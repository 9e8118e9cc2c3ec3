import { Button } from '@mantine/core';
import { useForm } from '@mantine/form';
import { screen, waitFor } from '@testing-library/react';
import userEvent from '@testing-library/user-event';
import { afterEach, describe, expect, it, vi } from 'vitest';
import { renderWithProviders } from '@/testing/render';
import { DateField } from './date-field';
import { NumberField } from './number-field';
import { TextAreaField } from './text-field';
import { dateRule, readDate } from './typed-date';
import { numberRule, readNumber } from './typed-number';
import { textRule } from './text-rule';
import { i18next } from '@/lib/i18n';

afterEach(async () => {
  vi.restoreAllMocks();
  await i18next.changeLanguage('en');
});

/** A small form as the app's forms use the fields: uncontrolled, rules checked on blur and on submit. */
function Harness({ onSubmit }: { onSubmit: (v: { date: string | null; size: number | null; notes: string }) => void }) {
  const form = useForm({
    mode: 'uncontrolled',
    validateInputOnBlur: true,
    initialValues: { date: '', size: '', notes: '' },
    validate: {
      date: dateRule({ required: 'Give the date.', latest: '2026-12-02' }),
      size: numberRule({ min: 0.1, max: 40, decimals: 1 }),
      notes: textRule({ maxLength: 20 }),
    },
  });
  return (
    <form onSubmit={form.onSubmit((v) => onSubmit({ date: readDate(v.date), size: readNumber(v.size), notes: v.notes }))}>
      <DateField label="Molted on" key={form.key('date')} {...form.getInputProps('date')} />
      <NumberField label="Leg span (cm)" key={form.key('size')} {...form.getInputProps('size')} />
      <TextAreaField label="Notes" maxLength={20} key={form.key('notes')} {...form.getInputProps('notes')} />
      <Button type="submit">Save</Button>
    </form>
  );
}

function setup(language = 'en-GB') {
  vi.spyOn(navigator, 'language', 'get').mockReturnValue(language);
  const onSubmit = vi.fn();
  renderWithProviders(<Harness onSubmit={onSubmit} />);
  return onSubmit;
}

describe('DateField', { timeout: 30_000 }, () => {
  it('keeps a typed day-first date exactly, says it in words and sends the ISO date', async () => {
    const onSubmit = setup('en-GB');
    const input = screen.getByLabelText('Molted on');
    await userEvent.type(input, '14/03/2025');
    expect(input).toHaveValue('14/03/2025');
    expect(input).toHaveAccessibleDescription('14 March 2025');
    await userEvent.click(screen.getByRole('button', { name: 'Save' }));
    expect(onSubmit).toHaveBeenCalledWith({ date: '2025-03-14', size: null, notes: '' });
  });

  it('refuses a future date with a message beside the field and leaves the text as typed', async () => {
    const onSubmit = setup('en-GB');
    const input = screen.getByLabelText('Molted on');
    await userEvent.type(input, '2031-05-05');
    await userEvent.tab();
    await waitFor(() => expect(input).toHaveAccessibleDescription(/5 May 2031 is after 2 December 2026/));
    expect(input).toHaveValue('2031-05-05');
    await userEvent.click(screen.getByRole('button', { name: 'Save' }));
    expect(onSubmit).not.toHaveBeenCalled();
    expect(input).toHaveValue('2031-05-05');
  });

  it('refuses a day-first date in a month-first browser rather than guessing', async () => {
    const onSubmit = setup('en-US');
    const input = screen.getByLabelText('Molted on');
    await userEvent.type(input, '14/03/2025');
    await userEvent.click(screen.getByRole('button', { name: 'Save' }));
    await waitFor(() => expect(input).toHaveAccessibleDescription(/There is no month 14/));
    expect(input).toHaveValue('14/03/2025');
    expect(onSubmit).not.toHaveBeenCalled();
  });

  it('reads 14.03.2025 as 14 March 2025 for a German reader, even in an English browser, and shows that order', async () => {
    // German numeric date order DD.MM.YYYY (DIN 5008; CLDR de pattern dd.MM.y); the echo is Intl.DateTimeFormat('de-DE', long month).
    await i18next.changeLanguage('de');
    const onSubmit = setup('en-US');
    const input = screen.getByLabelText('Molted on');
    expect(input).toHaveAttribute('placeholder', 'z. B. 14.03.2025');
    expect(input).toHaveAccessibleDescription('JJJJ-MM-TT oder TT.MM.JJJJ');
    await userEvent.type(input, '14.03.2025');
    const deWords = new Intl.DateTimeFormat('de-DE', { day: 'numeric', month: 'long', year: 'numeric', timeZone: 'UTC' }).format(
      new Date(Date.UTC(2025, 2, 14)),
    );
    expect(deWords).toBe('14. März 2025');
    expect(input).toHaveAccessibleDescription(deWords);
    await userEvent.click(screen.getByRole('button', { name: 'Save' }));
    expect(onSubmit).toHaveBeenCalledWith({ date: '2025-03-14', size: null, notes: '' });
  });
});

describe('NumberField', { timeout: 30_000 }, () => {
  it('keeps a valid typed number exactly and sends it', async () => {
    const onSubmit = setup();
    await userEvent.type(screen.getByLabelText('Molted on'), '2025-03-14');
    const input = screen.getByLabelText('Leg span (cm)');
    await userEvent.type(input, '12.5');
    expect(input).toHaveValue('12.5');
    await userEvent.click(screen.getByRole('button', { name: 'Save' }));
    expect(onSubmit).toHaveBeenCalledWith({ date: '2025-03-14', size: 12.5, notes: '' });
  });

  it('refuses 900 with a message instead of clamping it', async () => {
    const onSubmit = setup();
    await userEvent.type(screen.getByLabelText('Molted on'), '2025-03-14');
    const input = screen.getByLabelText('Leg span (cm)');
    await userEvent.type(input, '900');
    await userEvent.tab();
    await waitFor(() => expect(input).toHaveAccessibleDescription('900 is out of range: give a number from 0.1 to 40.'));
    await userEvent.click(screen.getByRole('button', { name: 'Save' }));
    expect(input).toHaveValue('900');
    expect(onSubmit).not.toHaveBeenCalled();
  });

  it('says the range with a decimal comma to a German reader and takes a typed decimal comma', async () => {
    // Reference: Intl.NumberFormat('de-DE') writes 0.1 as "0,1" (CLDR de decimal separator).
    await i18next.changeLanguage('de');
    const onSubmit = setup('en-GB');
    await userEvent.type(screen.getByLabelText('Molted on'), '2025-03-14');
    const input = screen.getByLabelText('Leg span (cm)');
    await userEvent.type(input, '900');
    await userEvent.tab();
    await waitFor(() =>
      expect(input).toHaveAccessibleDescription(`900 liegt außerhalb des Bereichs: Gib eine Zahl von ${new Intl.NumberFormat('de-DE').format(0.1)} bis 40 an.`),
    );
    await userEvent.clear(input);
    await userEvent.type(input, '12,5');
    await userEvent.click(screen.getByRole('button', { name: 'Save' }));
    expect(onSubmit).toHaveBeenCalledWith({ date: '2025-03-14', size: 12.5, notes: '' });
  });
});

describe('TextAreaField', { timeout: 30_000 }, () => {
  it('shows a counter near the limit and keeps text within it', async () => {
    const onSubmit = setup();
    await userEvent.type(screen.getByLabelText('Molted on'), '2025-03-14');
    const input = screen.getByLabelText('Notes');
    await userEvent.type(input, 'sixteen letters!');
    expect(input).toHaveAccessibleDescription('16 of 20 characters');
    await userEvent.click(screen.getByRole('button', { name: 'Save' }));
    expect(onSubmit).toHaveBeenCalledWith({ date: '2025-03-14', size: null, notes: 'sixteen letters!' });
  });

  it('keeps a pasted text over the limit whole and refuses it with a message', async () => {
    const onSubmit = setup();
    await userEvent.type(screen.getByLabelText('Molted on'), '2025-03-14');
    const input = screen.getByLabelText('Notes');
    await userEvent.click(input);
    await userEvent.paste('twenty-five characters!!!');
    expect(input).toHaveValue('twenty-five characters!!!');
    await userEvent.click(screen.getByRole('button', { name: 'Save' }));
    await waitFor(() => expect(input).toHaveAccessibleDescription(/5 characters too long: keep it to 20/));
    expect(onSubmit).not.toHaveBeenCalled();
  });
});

TASK ITEM: Pick each line holding the word "timeout" out of the listing.

EXERCISE ANSWER:
describe('DateField', { timeout: 30_000 }, () => {
describe('NumberField', { timeout: 30_000 }, () => {
describe('TextAreaField', { timeout: 30_000 }, () => {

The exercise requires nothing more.